What’s sauce for the goose is sauce for the gander, unless the gander is the government

Though the Legislature and other governmental bodies are completely relieved from AB 2777’s draconian provisions, private individuals and businesses are saddled with its burdens. This legislative hypocrisy is rhythmically displayed, especially when it comes to measures that symbiotically benefit the organized contingency fee bar. The Analysis suggests that the author of the bill may wish to mend this lacuna by making state and local governments liable for the same obligations it imposes on everyone else.

Maybe yes and maybe no.
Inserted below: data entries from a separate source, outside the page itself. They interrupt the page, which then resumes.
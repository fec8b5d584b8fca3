/** The web process: listens until it is told to stop, then finishes what it is answering. */
import { createServer } from 'node:http'
import { buildApp } from './app.ts'
import { readConfig } from './config.ts'
import { buildDeps, closeDeps } from './deps.ts'

const config = readConfig(process.env)
const deps = buildDeps(config)
const server = createServer(buildApp(deps, 'dist'))
server.listen(config.port, config.host, () => deps.log.info({ url: config.publicUrl }, 'web process is listening'))

let stopping = false
function stop(): void {
  if (stopping) return
  stopping = true
  server.close(() => void closeDeps(deps).then(() => process.exit(0)))
  server.closeIdleConnections()
  // An open download must not keep the process alive for ever.
  setTimeout(() => server.closeAllConnections(), 5_000).unref()
}
process.on('SIGTERM', stop)
process.on('SIGINT', stop)
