/** What use cases are given: built once by each process, passed as an argument. */
import { mkdirSync } from 'node:fs'
import type pg from 'pg'
import type { Config } from './config.ts'
import { openCrunch, type Crunch } from './learner/pool.ts'
import { systemClock, type Clock } from './platform/clock.ts'
import { openDb, openPool, type Db } from './platform/db/client.ts'
import { openLog, type Logger } from './platform/log.ts'

export interface Deps {
  readonly config: Config
  readonly pool: pg.Pool
  readonly db: Db
  readonly clock: Clock
  readonly crunch: Crunch
  readonly log: Logger
}

export function buildDeps(config: Config, clock: Clock = systemClock): Deps {
  mkdirSync(config.uploadDir, { recursive: true })
  const log = openLog(config.logLevel)
  const pool = openPool(config.databaseUrl, (error) => log.warn({ err: error }, 'a database connection was lost'))
  return { config, pool, db: openDb(pool), clock, crunch: openCrunch(), log }
}

export async function closeDeps(deps: Deps): Promise<void> {
  await deps.crunch.close()
  await deps.pool.end()
}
Keeping the public purse immune from having to pay for such claims allows the bill to escape being heard by the Appropriations Committee. And while Legislators seem eager to spend taxpayer money for whatever cause du jour, if they don’t also require an annual accounting of how much AB 2777 is costing taxpayers and private parties, we’ll never know or know too late to save us from this legislative folly. This suppression of information is expensive and hard to justify given the likely uptick in timeworn claims the enactment of AB 2777 forebodes.